Type C: Corridor archaeotopograms (sum/factor of cost-corridor of multiple natural neighbours)

This type of archaeotopogram is designed to show a set of ‘route-like’ corridors by combining the cost-corridors of multiple pairs of nodes, the pairs selected on the basis of ‘natural neighbour’ (or other technique). The resultant visualization would show the areas of least-cost between the selected nodes, and hence an overall route map for the particular phenomena being mapped from the nodes. In practical terms, such iterative models are is a very computationally- and time-intensive.

(For this reason, no meaningful examples are shown in this book). Resistivity-models described above may, with suitable testing, offer ways to produce equivalent diagrams in a more efficient way in the future.
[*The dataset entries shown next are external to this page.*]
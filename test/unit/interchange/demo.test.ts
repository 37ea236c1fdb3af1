/**
 * The demo network (test/fixtures/demo-network.json): an invented region that
 * passes import, with the data problems it is meant to show and nothing else.
 */
import fs from 'node:fs';
import path from 'node:path';
import { describe, expect, it } from 'vitest';
import type { Feed, NetworkDocument } from '@/shared/schemas/network';
import { bearingDifferenceDeg, geodesicInverse } from '@/shared/rf/geodesy';
import { tryParseChannel } from '@/shared/rf/bands';
import { validateDocument } from '@/server/interchange/validate';
import { demoFixtureText } from '@/scripts/generator/demo';
import * as region from '@/scripts/generator/demo-region';
import * as turf from '@turf/turf';
import type { Feature, MultiPolygon } from 'geojson';
import demoCoast from '@/assets/demo/demo-coast.json';

const FIXTURE = path.resolve(__dirname, '..', '..', 'fixtures', 'demo-network.json');
const text = fs.readFileSync(FIXTURE, 'utf8');
const doc = JSON.parse(text) as NetworkDocument;
const site = new Map(doc.sites.map((s) => [s.code, s]));
const carriage = new Map(doc.carriages.map((c) => [c.code, c]));
const service = new Map(doc.services.map((s) => [s.code, s]));
const ends = (f: Feed) => ({ here: site.get(carriage.get(f.to)!.site)!, there: site.get(carriage.get(f.from)!.site)! });

describe('demo network fixture', () => {
  it('is what scripts/generator/demo.ts writes (regenerate it with npx tsx scripts/generator/demo.ts)', () => {
    expect(text).toBe(demoFixtureText());
  });

  it('imports with no error', () => {
    const result = validateDocument(doc);
    expect(result.errors).toEqual([]);
    expect(result.document).toEqual(doc);
  });

  it('warns about exactly one carriage with no feed, no loop, and relays without reserve', () => {
    const { warnings } = validateDocument(doc);
    expect(warnings.filter((w) => w.rule === 'no-feed').map((w) => w.code)).toEqual([region.UNFED_CARRIAGE]);
    expect(warnings.filter((w) => w.rule === 'loop-without-origin')).toEqual([]);
    const noReserve = warnings.filter((w) => w.rule === 'no-reserve').map((w) => w.code);
    expect(noReserve.length).toBeGreaterThan(30);
    expect(noReserve).not.toContain('R-ABK');
    expect(new Set(warnings.map((w) => w.rule))).toEqual(new Set(['no-feed', 'no-reserve']));
  });

  it('has 3 origins, 6-8 mains, 50-80 relays and 10-14 services of every kind, one of them local', () => {
    const count = (role: string) => doc.sites.filter((s) => s.role === role).length;
    expect(count('origin')).toBe(3);
    expect(count('main')).toBeGreaterThanOrEqual(6);
    expect(count('main')).toBeLessThanOrEqual(8);
    expect(count('relay')).toBeGreaterThanOrEqual(50);
    expect(count('relay')).toBeLessThanOrEqual(80);
    expect(doc.services.length).toBeGreaterThanOrEqual(10);
    expect(doc.services.length).toBeLessThanOrEqual(14);
    expect(new Set(doc.services.map((s) => s.kind))).toEqual(new Set(['dtt', 'fm', 'dab']));
    const sitesPerService = new Map<string, number>();
    for (const c of doc.carriages) sitesPerService.set(c.service, (sitesPerService.get(c.service) ?? 0) + 1);
    expect(Math.min(...sitesPerService.values())).toBeLessThanOrEqual(5);
  });

  it('uses all four media, main and reserve feeds, a microwave path through a hop site, and the three kinds of group', () => {
    expect(new Set(doc.feeds.map((f) => f.medium))).toEqual(new Set(['off-air', 'satellite', 'line', 'microwave']));
    expect(new Set(doc.feeds.map((f) => f.role))).toEqual(new Set(['main', 'reserve']));
    const hop = doc.feeds.find((f) => f.medium === 'microwave' && f.via?.length);
    expect(hop).toBeDefined();
    expect(site.get(hop!.via![0])).toBeDefined();
    const names = doc.groups.map((g) => g.name.toLowerCase()).join(' | ');
    for (const kind of ['satellite transponder', 'telecom route', 'power supply']) expect(names).toContain(kind.split(' ')[0]);
    expect(doc.feeds.some((f) => f.groups?.includes('SAT-TP7'))).toBe(true);
    expect(doc.sites.some((s) => s.groups?.includes('PWR-NORTH'))).toBe(true);
  });

  it('has reserves that are not really diverse: same telecom route, and same parent site', () => {
    const feedsInto = (to: string) => doc.feeds.filter((f) => f.to === to);
    const elva = feedsInto('M-ELVA.MX1');
    expect(elva.map((f) => [f.role, f.medium, f.groups])).toEqual([
      ['main', 'line', ['TEL-WEST']],
      ['reserve', 'line', ['TEL-WEST']],
    ]);
    const abk = feedsInto('R-ABK.MX1');
    expect(abk.map((f) => f.role).sort()).toEqual(['main', 'reserve']);
    expect(new Set(abk.map((f) => carriage.get(f.from)!.site))).toEqual(new Set(['M-CORR']));
  });

  it('spans 5-60 km on every off-air feed, recording the geodesic bearing to the parent except on one feed', () => {
    const wrong: string[] = [];
    for (const f of doc.feeds.filter((x) => x.medium === 'off-air')) {
      const { here, there } = ends(f);
      const path = geodesicInverse(here.lat, here.lon, there.lat, there.lon);
      expect(path.distanceKm, f.code).toBeGreaterThanOrEqual(5);
      expect(path.distanceKm, f.code).toBeLessThanOrEqual(60);
      // 5 deg: the bearing-record screening limit (docs/checks.md).
      if (bearingDifferenceDeg(f.bearingDeg!, path.initialBearingDeg) > 5) wrong.push(f.code);
      else expect(bearingDifferenceDeg(f.bearingDeg!, path.initialBearingDeg), f.code).toBeLessThan(0.06);
    }
    expect(wrong).toEqual([region.WRONG_BEARING_FEED]);
  });

  it('has one declared on-channel repeater and exactly one undeclared channel clash', () => {
    const clashes: string[] = [];
    const onChannel: string[] = [];
    for (const f of doc.feeds.filter((x) => x.medium === 'off-air')) {
      const target = carriage.get(f.to)!;
      const rx = f.rxFrequencyMHz ?? carriage.get(f.from)!.frequencyMHz;
      if (rx === undefined || target.frequencyMHz === undefined || Math.abs(rx - target.frequencyMHz) > 1e-6) continue;
      (target.onChannelRepeater ? onChannel : clashes).push(target.code);
    }
    expect(clashes).toEqual([region.CLASH_CARRIAGE]);
    expect(onChannel.length).toBeGreaterThan(0);
    expect(new Set(onChannel.map((c) => carriage.get(c)!.site))).toEqual(new Set([region.ON_CHANNEL_RELAY]));
  });

  it('puts every carriage on a channel or frequency of its band, with plausible ERP and antenna height', () => {
    for (const c of doc.carriages) {
      const s = site.get(c.site)!;
      if (s.role === 'origin') continue;
      const kind = service.get(c.service)!.kind;
      const channel = tryParseChannel(c.channel ?? String(c.frequencyMHz), kind);
      expect(channel, c.code).not.toBeNull();
      expect(channel!.centreMHz).toBeCloseTo(c.frequencyMHz!, 9);
      expect(c.erpW!).toBeGreaterThan(0);
      expect(c.erpW!).toBeLessThanOrEqual(s.role === 'main' ? 100000 : 2000);
      expect(c.antennaHeightM!).toBeLessThanOrEqual(s.mastHeightM!);
    }
  });

  it('gives every site a ground height and mast, and every main and relay households', () => {
    for (const s of doc.sites) {
      expect(s.groundHeightM, s.code).toBeGreaterThanOrEqual(0);
      expect(s.groundHeightM, s.code).toBeLessThan(1200);
      expect(s.mastHeightM, s.code).toBeGreaterThan(0);
      if (s.role !== 'origin') expect(s.households, s.code).toBeGreaterThan(0);
    }
    expect(new Set(doc.sites.map((s) => s.name)).size).toBe(doc.sites.length);
  });
});

/** Naming patterns of well-known public broadcasters, retired from the demo and generated data. */
const ECHOING_NAMES = [/radio house/i, /broadcast house/i, /\bprogram(me)? (one|two|three|four|[1-4])\b/i, /\b(one|two|three|four)$/i];

describe('demo names', () => {
  it('echo no broadcaster: no "... Radio House", "Broadcast House" or numbered programmes', () => {
    const names = [...doc.sites.map((s) => s.name), ...doc.services.map((s) => s.name)];
    for (const name of names) for (const pattern of ECHOING_NAMES) expect(name, `${name} matches ${String(pattern)}`).not.toMatch(pattern);
  });
});

describe('demo land (assets/demo/demo-coast.json)', () => {
  const land = (demoCoast as unknown as { features: Feature<MultiPolygon>[] }).features[0];
  const coastLines = land.geometry.coordinates.map((polygon) => turf.lineString(polygon[0]));

  it('holds every demo site (turf booleanPointInPolygon), at least 5 km inland', () => {
    for (const s of doc.sites) {
      const at = turf.point([s.lon, s.lat]);
      expect(turf.booleanPointInPolygon(at, land), `${s.code} ${s.name} is over the sea`).toBe(true);
      const inland = Math.min(...coastLines.map((line) => turf.pointToLineDistance(at, line, { units: 'kilometers' })));
      expect(inland, `${s.code} is ${inland.toFixed(1)} km from the coast`).toBeGreaterThanOrEqual(5);
    }
  });
});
3.5.3 Applying archaeotopograms

In the following chapters of this book, archaeotopograms are used selectively to help clarify spatial relationships between locations and the location of material flows. In all instances shown, Model 2 was used as the base cost model for all analysis. This model was combined with an elevation model (Elevation) and a Vertical Factor (Slope) into an ‘Anisotropic Accumulated Cost Surface’ procedure

(see Appendix A.2 for details), and processed using whichever distribution data was relevant. The final GIS files for this model are available for download from the web address listed in Appendix A.